What this task involves: What lines in the records below include the word "RunResult"? Return each one.

Supplied data section start

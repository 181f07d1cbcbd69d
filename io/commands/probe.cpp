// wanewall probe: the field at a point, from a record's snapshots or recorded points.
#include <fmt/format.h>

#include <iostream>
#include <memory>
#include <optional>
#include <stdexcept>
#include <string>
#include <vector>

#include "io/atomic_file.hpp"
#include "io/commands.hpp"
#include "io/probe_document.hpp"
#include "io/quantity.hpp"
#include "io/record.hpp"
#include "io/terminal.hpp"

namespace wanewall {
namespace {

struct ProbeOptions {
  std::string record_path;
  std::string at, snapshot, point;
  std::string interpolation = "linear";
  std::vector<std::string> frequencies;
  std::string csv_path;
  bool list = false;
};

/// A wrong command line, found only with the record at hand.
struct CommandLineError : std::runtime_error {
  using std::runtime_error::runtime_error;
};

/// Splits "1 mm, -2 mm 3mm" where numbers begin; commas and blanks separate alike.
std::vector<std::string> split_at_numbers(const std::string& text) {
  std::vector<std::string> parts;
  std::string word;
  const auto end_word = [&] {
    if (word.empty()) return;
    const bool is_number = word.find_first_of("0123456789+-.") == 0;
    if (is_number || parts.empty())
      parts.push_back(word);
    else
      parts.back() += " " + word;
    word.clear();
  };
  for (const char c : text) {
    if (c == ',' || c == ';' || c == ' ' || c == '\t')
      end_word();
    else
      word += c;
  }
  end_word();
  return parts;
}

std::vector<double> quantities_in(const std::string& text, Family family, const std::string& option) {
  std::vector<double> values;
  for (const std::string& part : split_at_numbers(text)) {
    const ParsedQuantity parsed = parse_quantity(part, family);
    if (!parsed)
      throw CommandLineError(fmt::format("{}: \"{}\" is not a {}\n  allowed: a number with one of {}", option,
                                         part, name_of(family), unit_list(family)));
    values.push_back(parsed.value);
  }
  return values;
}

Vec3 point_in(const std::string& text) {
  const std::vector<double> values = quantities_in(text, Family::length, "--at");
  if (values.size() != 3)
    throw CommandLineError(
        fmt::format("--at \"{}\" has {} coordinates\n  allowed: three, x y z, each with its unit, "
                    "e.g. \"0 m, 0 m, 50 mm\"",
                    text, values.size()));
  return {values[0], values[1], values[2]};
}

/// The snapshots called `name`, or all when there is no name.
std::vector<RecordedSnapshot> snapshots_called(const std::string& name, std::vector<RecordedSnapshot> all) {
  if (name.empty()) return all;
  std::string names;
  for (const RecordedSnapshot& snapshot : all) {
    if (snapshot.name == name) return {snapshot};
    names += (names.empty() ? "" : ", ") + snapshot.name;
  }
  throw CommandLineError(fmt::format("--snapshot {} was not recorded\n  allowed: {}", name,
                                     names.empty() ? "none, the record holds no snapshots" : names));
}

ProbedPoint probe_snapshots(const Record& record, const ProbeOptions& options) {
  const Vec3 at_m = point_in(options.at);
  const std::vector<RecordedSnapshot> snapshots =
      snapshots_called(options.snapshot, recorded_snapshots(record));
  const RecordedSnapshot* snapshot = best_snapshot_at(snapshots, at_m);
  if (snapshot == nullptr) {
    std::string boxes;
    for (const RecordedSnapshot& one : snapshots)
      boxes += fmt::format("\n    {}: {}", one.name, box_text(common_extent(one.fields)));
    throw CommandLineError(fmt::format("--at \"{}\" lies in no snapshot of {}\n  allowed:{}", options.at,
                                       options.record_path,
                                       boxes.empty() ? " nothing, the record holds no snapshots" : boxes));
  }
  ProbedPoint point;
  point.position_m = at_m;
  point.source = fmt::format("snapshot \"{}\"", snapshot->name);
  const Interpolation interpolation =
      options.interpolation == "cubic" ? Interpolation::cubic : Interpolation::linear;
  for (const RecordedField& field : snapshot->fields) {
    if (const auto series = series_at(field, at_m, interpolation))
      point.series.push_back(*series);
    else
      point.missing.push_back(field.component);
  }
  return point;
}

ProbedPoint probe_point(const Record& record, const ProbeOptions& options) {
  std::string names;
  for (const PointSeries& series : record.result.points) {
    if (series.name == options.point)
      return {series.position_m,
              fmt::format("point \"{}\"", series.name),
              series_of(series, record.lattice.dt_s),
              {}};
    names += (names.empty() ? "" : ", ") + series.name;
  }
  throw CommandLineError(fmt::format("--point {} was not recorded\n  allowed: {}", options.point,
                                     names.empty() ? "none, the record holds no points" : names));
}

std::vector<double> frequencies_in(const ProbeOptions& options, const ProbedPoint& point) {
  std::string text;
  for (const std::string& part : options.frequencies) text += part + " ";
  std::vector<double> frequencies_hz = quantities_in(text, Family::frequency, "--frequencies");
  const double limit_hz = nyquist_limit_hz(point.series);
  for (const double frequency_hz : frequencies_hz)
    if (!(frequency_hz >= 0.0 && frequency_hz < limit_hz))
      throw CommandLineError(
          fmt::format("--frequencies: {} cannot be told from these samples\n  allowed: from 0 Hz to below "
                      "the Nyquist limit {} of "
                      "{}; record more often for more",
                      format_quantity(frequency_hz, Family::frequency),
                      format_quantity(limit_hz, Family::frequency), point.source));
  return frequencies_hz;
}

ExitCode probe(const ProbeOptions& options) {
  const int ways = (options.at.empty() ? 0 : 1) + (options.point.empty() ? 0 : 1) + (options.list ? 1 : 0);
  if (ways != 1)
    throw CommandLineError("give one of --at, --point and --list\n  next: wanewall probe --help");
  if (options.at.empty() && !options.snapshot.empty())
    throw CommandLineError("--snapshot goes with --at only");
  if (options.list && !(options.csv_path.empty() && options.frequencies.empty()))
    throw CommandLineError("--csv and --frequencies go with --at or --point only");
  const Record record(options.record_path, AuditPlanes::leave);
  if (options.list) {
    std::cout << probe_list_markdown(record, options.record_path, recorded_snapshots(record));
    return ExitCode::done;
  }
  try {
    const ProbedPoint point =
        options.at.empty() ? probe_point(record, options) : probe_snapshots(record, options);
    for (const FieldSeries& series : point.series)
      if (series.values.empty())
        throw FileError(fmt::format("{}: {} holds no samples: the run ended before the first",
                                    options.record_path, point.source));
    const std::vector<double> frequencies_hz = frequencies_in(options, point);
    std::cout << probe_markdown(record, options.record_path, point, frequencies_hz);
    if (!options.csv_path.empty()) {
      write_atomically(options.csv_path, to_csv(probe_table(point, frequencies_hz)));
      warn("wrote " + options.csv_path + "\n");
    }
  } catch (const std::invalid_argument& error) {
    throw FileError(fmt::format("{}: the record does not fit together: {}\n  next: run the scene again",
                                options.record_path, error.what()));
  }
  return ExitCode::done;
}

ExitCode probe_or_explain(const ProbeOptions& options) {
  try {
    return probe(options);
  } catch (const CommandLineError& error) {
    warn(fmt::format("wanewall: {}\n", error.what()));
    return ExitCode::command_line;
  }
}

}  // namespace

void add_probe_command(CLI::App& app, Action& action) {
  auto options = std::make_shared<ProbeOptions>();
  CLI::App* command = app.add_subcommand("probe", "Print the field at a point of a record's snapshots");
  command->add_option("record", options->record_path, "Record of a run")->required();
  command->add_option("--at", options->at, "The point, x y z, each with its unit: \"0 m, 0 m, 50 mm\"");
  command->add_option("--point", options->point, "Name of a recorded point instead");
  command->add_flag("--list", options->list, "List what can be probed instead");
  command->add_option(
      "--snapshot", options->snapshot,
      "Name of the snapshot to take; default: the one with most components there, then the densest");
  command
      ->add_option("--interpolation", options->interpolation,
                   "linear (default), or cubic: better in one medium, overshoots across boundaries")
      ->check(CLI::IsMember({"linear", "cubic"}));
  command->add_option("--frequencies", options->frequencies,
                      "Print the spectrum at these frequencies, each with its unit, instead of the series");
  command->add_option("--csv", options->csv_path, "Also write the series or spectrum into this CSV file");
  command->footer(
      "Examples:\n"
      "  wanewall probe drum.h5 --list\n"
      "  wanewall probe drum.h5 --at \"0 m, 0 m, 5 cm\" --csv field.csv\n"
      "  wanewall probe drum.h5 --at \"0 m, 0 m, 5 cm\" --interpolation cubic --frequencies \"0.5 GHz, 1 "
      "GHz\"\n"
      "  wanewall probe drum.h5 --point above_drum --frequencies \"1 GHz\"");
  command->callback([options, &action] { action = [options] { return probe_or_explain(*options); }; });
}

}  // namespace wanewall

Supplied data section end
Supplied data section start

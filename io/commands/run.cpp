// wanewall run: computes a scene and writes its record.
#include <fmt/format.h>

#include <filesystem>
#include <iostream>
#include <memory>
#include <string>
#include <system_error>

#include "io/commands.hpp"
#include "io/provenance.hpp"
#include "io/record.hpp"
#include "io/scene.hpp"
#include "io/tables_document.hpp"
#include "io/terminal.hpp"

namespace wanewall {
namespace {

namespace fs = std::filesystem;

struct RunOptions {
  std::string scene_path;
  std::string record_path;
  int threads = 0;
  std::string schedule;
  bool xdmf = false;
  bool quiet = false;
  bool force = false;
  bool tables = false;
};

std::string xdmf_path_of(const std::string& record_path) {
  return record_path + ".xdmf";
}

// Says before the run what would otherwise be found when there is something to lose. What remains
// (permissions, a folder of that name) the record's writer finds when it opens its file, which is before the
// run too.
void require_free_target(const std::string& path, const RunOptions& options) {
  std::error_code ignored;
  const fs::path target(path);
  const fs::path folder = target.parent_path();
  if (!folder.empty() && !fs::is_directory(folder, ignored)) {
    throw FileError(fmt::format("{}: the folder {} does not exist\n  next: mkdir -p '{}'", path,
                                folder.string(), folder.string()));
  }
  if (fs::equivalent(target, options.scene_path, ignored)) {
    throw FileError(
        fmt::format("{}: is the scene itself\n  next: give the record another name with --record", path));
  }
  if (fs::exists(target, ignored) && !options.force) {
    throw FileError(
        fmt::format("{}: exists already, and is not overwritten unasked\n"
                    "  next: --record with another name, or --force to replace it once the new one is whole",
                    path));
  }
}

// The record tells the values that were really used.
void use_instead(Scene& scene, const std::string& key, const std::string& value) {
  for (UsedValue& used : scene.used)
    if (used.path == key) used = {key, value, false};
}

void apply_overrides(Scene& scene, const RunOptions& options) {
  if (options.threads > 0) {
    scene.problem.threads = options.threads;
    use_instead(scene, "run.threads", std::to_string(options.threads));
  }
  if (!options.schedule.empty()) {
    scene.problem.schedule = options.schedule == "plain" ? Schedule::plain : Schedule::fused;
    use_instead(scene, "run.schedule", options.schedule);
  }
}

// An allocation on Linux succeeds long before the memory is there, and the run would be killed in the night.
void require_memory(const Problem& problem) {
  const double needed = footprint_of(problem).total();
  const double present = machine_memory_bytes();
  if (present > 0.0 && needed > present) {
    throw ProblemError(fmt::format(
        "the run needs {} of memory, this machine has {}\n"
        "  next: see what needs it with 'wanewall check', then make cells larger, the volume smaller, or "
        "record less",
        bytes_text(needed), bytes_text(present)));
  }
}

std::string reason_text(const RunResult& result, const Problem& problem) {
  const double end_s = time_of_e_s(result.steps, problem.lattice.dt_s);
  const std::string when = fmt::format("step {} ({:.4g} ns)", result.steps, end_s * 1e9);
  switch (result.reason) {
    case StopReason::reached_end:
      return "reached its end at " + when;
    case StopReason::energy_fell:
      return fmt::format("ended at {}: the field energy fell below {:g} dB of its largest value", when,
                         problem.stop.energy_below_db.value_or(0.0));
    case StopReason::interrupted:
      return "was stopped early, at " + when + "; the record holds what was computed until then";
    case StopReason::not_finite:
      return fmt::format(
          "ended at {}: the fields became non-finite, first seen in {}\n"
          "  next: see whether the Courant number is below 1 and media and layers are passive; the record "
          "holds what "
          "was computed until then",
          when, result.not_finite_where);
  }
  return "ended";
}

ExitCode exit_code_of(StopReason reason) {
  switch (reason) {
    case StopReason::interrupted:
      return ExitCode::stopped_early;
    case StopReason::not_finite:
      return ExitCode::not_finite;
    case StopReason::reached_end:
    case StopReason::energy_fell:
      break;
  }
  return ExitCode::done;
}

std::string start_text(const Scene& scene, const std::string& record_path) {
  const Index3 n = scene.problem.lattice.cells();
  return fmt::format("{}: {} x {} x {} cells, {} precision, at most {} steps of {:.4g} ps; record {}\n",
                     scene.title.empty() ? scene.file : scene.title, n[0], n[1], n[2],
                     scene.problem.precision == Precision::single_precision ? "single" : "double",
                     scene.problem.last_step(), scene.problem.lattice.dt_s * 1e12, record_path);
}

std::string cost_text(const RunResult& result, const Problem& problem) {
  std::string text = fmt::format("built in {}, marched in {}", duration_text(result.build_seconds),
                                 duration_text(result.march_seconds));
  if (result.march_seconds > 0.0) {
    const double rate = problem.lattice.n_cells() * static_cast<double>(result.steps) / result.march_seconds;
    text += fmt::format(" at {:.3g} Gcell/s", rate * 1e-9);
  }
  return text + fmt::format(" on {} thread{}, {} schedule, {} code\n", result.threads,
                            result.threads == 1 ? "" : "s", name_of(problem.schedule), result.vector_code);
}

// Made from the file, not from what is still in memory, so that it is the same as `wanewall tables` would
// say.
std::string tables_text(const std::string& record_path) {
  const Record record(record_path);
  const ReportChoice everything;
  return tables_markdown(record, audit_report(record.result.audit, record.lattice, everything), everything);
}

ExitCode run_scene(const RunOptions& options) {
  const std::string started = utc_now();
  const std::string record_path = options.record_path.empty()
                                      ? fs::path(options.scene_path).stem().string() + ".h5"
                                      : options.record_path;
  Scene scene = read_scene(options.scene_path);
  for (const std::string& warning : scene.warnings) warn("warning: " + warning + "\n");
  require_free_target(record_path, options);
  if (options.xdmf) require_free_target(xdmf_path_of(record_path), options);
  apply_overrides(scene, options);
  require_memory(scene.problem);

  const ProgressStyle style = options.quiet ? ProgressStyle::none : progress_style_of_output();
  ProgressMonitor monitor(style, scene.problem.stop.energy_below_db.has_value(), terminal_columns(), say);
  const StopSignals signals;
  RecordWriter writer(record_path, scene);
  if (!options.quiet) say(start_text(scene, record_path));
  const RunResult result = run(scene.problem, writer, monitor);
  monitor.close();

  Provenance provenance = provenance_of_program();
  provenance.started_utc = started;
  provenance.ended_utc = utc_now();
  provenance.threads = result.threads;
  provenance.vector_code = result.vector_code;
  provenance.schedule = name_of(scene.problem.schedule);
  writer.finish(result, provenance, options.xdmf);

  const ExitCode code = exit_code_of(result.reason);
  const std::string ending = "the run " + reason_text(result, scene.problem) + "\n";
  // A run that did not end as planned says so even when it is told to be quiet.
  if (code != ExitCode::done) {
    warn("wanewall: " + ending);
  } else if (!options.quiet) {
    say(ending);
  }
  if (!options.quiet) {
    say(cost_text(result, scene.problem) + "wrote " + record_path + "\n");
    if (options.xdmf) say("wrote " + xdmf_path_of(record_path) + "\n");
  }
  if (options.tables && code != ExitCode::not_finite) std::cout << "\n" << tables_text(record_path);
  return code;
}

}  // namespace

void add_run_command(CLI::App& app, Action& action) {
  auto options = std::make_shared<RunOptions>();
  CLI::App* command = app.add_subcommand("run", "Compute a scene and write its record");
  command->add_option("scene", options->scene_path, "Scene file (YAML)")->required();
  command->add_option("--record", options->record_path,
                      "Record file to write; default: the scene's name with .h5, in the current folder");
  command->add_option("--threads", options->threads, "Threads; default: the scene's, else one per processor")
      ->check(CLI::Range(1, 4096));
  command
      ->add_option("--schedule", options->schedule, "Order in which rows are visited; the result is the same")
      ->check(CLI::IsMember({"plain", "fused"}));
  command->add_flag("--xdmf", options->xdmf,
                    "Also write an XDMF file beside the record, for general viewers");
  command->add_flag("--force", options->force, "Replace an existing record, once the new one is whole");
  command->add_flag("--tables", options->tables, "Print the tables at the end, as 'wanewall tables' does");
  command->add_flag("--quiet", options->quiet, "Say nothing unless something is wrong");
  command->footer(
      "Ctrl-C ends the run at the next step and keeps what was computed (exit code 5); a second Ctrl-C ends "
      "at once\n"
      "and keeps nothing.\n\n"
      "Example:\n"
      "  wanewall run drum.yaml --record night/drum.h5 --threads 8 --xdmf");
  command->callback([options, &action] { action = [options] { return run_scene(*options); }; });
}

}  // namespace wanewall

Supplied data section end

Result of this task:
std::string reason_text(const RunResult& result, const Problem& problem) {
std::string cost_text(const RunResult& result, const Problem& problem) {
  const RunResult result = run(scene.problem, writer, monitor);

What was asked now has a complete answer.